While the Giants are still trying to bag their first win, the suddenly surging Jets are just one game out of first place in the AFC East, despite their dearth of decent talent on offense, and without the best defensive player in team history.

Darrelle Revis, who was thrilled to flee the Meadowlands for the sunshine, palm trees, and more muted media of the Gulf Coast, is finding the calmer climes far less cozy when he stares at the standings and finds his winless Buccaneers in the cellar and the Jets up in the blue sky of playoff contention.

You would lose more than time trying to figure out why the Jets are actually over .500 after seven games. They don't run the ball that well, they don't pass particularly well, and they don't have Devin Hester dashing down sidelines for a free, quick six.

And sometimes those are the most fun teams to watch, where stats and stop watches be damned.
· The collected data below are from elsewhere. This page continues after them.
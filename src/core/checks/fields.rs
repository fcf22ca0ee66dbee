//! Group C: what a field stage says of its harvest and its nitrogen, from the parameters of its soil models.

use super::parameters::{figure, models, word};
use super::settings::{Range, Settings};
use super::{Subject, finding};
use crate::core::documents::assessment::{Finding, Severity};
use crate::core::documents::input::{Input, ModelUse};
use crate::core::documents::pathway::Stage;
use crate::core::engine::resolved::Stage as Planned;
use crate::core::units::rounding::{plain, plain_fixed};

/// Rounding that a sum of doubles may bring.
const SUM: f64 = 1e-9;

/// Runs the checks.
pub fn run(subject: &Subject, findings: &mut Vec<Finding>) {
    for stage in &subject.resolved.stages {
        let output = &stage.products[0].flow;
        // By dry matter where the output has a moisture, else wet.
        let dry = output.moisture.is_some();
        let mut harvested = Some(0.0);
        let mut field = None;
        for input in &stage.document.inputs {
            let growers = growers(input, stage);
            if growers.is_empty() {
                continue;
            }
            findings.extend(usual_yield(stage.document, input, &growers, subject.settings));
            let content = nitrogen_content(subject, stage);
            findings.extend(nitrogen(
                stage.document,
                input,
                &growers,
                content,
                subject.settings,
            ));
            let here: Option<f64> = growers.iter().map(|grower| grower.stated_kg(dry)).sum();
            harvested = harvested.zip(here).map(|(sum, kg)| sum + kg);
            field = Some(input);
        }
        let delivered = if dry { output.dry_kg() } else { output.wet_kg };
        if let (Some(input), Some(most), Some(delivered)) = (field, harvested, delivered) {
            let over = delivery(stage.document, input, delivered, most, subject.settings);
            let apart = || same_harvest(stage.document, delivered, most, subject.settings);
            findings.extend(over.or_else(apart));
        }
    }
}

/// What a soil model says of one grower, or of all together, per recipe.
#[derive(Clone, Debug, Default, PartialEq)]
pub struct Grower {
    /// Crop as the soil model names it.
    pub crop: String,
    /// Area, ha.
    pub area_ha: f64,
    /// Harvest, t wet; the stage's output where the model states none.
    pub harvest_t: Option<f64>,
    /// True if the model states the harvest itself.
    pub stated: bool,
    /// Water in the harvest, fraction.
    pub moisture: Option<f64>,
    /// Synthetic and organic nitrogen, kg.
    pub nitrogen_kg: f64,
}

impl Grower {
    /// Dry harvest, kg; none where its water is not known.
    fn dry_kg(&self) -> Option<f64> {
        Some(1000.0 * self.harvest_t? * (1.0 - self.moisture?))
    }

    /// Harvest as the model states it, dry or wet, kg.
    fn stated_kg(&self, dry: bool) -> Option<f64> {
        match (self.stated, dry) {
            (false, _) => None,
            (true, true) => self.dry_kg(),
            (true, false) => Some(1000.0 * self.harvest_t?),
        }
    }
}

fn growers(input: &Input, stage: &Planned) -> Vec<Grower> {
    let soils = models(input).iter().filter(|model| model.kind == "soil_n2o");
    let alone = soils.clone().count() == 1;
    soils.filter_map(|model| grower(model, stage, alone)).collect()
}

fn grower(model: &ModelUse, stage: &Planned, alone: bool) -> Option<Grower> {
    let output = &stage.products[0].flow;
    let own = figure(model, "yield_t", "t");
    let of_output = output.wet_kg.filter(|_| alone).map(|kg| kg / 1000.0);
    let moisture = figure(model, "moisture_percent", "percent").map(|percent| percent / 100.0);
    Some(Grower {
        crop: word(model, "crop")?.to_owned(),
        area_ha: figure(model, "area_ha", "ha").filter(|area| *area > 0.0)?,
        harvest_t: own.or(of_output),
        stated: own.is_some(),
        moisture: moisture.or(output.moisture),
        nitrogen_kg: ["synthetic_n_kg", "organic_n_kg"]
            .into_iter()
            .filter_map(|name| figure(model, name, "kg N"))
            .sum(),
    })
}

/// Nitrogen in the dry harvest, fraction: the lower end of the library's figure, in the grower's favour.
fn nitrogen_content(subject: &Subject, stage: &Planned) -> Option<f64> {
    let material = subject.book.materials.get(&stage.products[0].flow.material)?;
    let property = material.properties.get("nitrogen_percent_dry")?;
    Some(property.lower.unwrap_or(property.figure.value) / 100.0)
}

/// C-09: the field yield is within the usual range of its crop.
pub fn usual_yield(stage: &Stage, input: &Input, growers: &[Grower], settings: &Settings) -> Option<Finding> {
    let mut odd = growers.iter().filter_map(|grower| {
        let range = settings.usual_yield_t_per_ha.get(&grower.crop)?;
        let per_ha = grower.harvest_t? / grower.area_ha;
        (!range.holds(per_ha)).then_some((grower, per_ha, *range))
    });
    let (grower, per_ha, Range { low, high }) = odd.next()?;
    let more = odd.count();
    let message = format!(
        "{} reports {} t/ha of {}; the usual range is {} to {}{}.",
        stage.title(),
        plain_fixed(per_ha, 2),
        grower.crop.replace('_', " "),
        plain(low),
        plain(high),
        if more > 0 {
            format!(" ({more} more are outside theirs)")
        } else {
            String::new()
        }
    );
    let remedy = "Check area and tonnes, or give the reason.";
    let field = format!("inputs.{}.yield_t", input.key);
    Some(finding(
        "C-09",
        Severity::Warn,
        &stage.key,
        &field,
        message,
        remedy,
    ))
}

/// C-10: area times yield covers what the stage delivers; both in kg per recipe, dry or both wet.
pub fn delivery(
    stage: &Stage,
    input: &Input,
    delivered: f64,
    most: f64,
    settings: &Settings,
) -> Option<Finding> {
    if delivered <= most * settings.delivery_percent / 100.0 * (1.0 + SUM) {
        return None;
    }
    let message = format!(
        "{} delivers {} t, but its area and yield give {} t.",
        stage.title(),
        plain_fixed(delivered / 1000.0, 1),
        plain_fixed(most / 1000.0, 1)
    );
    let remedy =
        "Correct area, yield or tonnes, and give all of them for the same harvest, or leave the rest out.";
    let field = format!("inputs.{}.yield_t", input.key);
    Some(finding(
        "C-10",
        Severity::Block,
        &stage.key,
        &field,
        message,
        remedy,
    ))
}

/// K-01: the harvest that soil models count is what the stage gives; both in kg per recipe, dry or both wet. More than area
/// times yield is C-10's matter; this is the harvest that is counted and not handed on, or a slip in a moisture.
pub fn same_harvest(stage: &Stage, given: f64, counted: f64, settings: &Settings) -> Option<Finding> {
    let apart = (given / counted - 1.0).abs();
    if apart.is_nan() || apart <= settings.harvest_percent / 100.0 * (1.0 + SUM) {
        return None;
    }
    let message = format!(
        "{} gives {} t, and its soil models count a harvest of {} t; within {} % is usual.",
        stage.title(),
        plain_fixed(given / 1000.0, 2),
        plain_fixed(counted / 1000.0, 2),
        plain(settings.harvest_percent)
    );
    let remedy = "Give area, yield, moisture and output of the same harvest, or give the reason.";
    Some(finding(
        "K-01",
        Severity::Warn,
        &stage.key,
        "output",
        message,
        remedy,
    ))
}

/// C-17: the nitrogen given is no more than usual, and the harvest holds no more than it can have taken from it.
pub fn nitrogen(
    stage: &Stage,
    input: &Input,
    growers: &[Grower],
    content: Option<f64>,
    settings: &Settings,
) -> Option<Finding> {
    let rate = |grower: &Grower| grower.nitrogen_kg / grower.area_ha;
    let most = growers.iter().map(rate).fold(0.0, f64::max);
    let area: f64 = growers.iter().map(|grower| grower.area_ha).sum();
    let given = growers.iter().map(|grower| grower.nitrogen_kg).sum::<f64>() / area;
    let dry: Option<f64> = growers.iter().map(Grower::dry_kg).sum();
    let removed = content.zip(dry).map(|(content, dry)| content * dry / area);
    let too_much = most > settings.nitrogen_kg_per_ha;
    let most_removed = settings.nitrogen_of_soil_kg_per_ha + settings.nitrogen_removed * given;
    let too_little = removed.is_some_and(|removed| removed > most_removed);
    if !too_much && !too_little {
        return None;
    }
    let name = stage.title();
    let message = match (too_much, removed) {
        (false, Some(removed)) => format!(
            "{name}: {} kg N/ha is given and the harvest holds at least {} kg N/ha.",
            plain_fixed(given, 1),
            plain_fixed(removed, 1)
        ),
        _ => format!(
            "{name}: {} kg N/ha is given; up to {} is usual.",
            plain_fixed(most, 1),
            plain(settings.nitrogen_kg_per_ha)
        ),
    };
    let remedy = "Check that kg N was entered, not kg of product, or give the reason.";
    let field = format!("inputs.{}.synthetic_n_kg", input.key);
    Some(finding(
        "C-17",
        Severity::Warn,
        &stage.key,
        &field,
        message,
        remedy,
    ))
}

/// Takes off K-01 of a figure where a check of this group says the same with more words.
pub fn drop_repeats(findings: &mut Vec<Finding>) {
    let said: Vec<(String, String)> = findings
        .iter()
        .filter(|f| ["C-09", "C-17"].contains(&f.id.as_str()))
        .map(|f| (f.stage.clone(), f.field.clone()))
        .collect();
    findings.retain(|f| {
        f.id != "K-01"
            || !said
                .iter()
                .any(|(stage, field)| *stage == f.stage && *field == f.field)
    });
}

#[cfg(test)]
mod tests {
    use super::super::tests::stage;
    use super::*;

    fn wheat(area_ha: f64, harvest_t: f64, nitrogen_kg: f64) -> Grower {
        Grower {
            crop: "wheat".to_owned(),
            area_ha,
            harvest_t: Some(harvest_t),
            stated: true,
            moisture: Some(0.14),
            nitrogen_kg,
        }
    }

    #[test]
    fn a_yield_is_usual_for_its_crop() {
        let (stage, settings) = (stage(), Settings::default());
        let check = |growers: &[Grower]| usual_yield(&stage, &stage.inputs[0], growers, &settings);
        assert_eq!(check(&[wheat(2.0, 16.0, 0.0)]), None);
        let found = check(&[wheat(2.0, 16.0, 0.0), wheat(1.0, 14.0, 0.0), wheat(1.0, 0.2, 0.0)]).unwrap();
        assert_eq!(
            (found.id.as_str(), found.field.as_str()),
            ("C-09", "inputs.n2o.yield_t")
        );
        assert!(found.message.contains("14.00 t/ha"));
        assert!(found.message.contains("1 more"));
        let unknown = Grower {
            crop: "nettle".to_owned(),
            ..wheat(1.0, 90.0, 0.0)
        };
        assert_eq!(check(&[unknown]), None);
    }

    #[test]
    fn area_times_yield_covers_the_delivery() {
        let (stage, settings) = (stage(), Settings::default());
        let check = |delivered, most| delivery(&stage, &stage.inputs[0], delivered, most, &settings);
        assert_eq!(check(100.0, 100.0), None);
        assert_eq!(check(105.0, 100.0), None);
        assert_eq!(check(105.1, 100.0).unwrap().severity, Severity::Block);
    }

    #[test]
    fn nitrogen_fits_the_harvest() {
        let (stage, settings) = (stage(), Settings::default());
        let check = |grower| nitrogen(&stage, &stage.inputs[0], &[grower], Some(0.0221), &settings);
        // 8 t/ha at 14 % water hold 152 kg N.
        assert_eq!(check(wheat(1.0, 8.0, 150.0)), None);
        assert_eq!(check(wheat(1.0, 8.0, 82.0)), None);
        assert!(
            check(wheat(1.0, 8.0, 80.0))
                .unwrap()
                .message
                .contains("at least 152")
        );
        assert_eq!(check(wheat(1.0, 8.0, 350.0)), None);
        assert!(
            check(wheat(1.0, 8.0, 351.0))
                .unwrap()
                .message
                .contains("up to 350")
        );
        let unknown = Grower {
            moisture: None,
            ..wheat(1.0, 8.0, 0.0)
        };
        assert_eq!(check(unknown), None);
    }

    #[test]
    fn k_01_gives_way_to_the_check_that_says_more() {
        let note = |id: &str, field: &str| finding(id, Severity::Warn, "field", field, String::new(), "");
        let mut findings = vec![
            note("K-01", "inputs.n2o.synthetic_n_kg"),
            note("K-01", "inputs.n2o.organic_n_kg"),
            note("C-17", "inputs.n2o.synthetic_n_kg"),
        ];
        drop_repeats(&mut findings);
        let left: Vec<&str> = findings.iter().map(|f| f.field.as_str()).collect();
        assert_eq!(left, ["inputs.n2o.organic_n_kg", "inputs.n2o.synthetic_n_kg"]);
    }

    #[test]
    fn soil_models_count_the_harvest_that_the_stage_gives() {
        let (stage, settings) = (stage(), Settings::default());
        assert_eq!(same_harvest(&stage, 8_200.0, 8_200.0, &settings), None);
        assert_eq!(same_harvest(&stage, 7_800.0, 8_200.0, &settings), None);
        let found = same_harvest(&stage, 6_000.0, 8_200.0, &settings).unwrap();
        assert_eq!((found.id.as_str(), found.field.as_str()), ("K-01", "output"));
        assert!(
            found.message.contains("6.00 t") && found.message.contains("8.20 t"),
            "{}",
            found.message
        );
    }
}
There's something to be said for a bunch of bums deciding they aren't anymore. And some of that spirit befalls the coach.

Rex Ryan is taking pot shots at pundits who penned them for the Jadeveon Clowney raffle. And he's earned it. Fighting for his job, reputation, and legacy, with his puppet GM gone and the only QB he's ever won with on the IR, Ryan has cobbled together a scrappy defense and allowed Geno Smith to play through the pain of a rookie season. He is being rewarded for his faith.

Some of us have never understood campy handles like "player's coach," which often applies to more loquacious coaches like Ryan. In the zero-sum crucible of the NFL, you are judged by productivity, not popularity. You win or lose; labels are applied based on that.

And when you consider that Woody Johnson all but fired Ryan before this year by hiring John Idzik and drafting Geno Smith to replace Mark Sanchez, the formerly corpulent but suddenly ebullient coach is proving that he's more than his hubris.

Behind the arrogance there's a toughness to Ryan, a spiritual membrane that allows him to either forget or learn from the past. There have been no Super Bowl superlatives, no guarantees of any kind. There have been none of the Page Six sidebars that often make his press conferences morph into stand-up comedy. But his audience stopped laughing when the Jets stopped reaching the playoffs.

Frankly, it makes no sense that the Jets are where they are. Sure, they have a rugged front seven and have gotten the serendipity of some last-second penalties, essentially giving them half their wins. But good luck tends to befall good teams.

Maybe the Jets aren't quite that good, but they aren't that bad, either.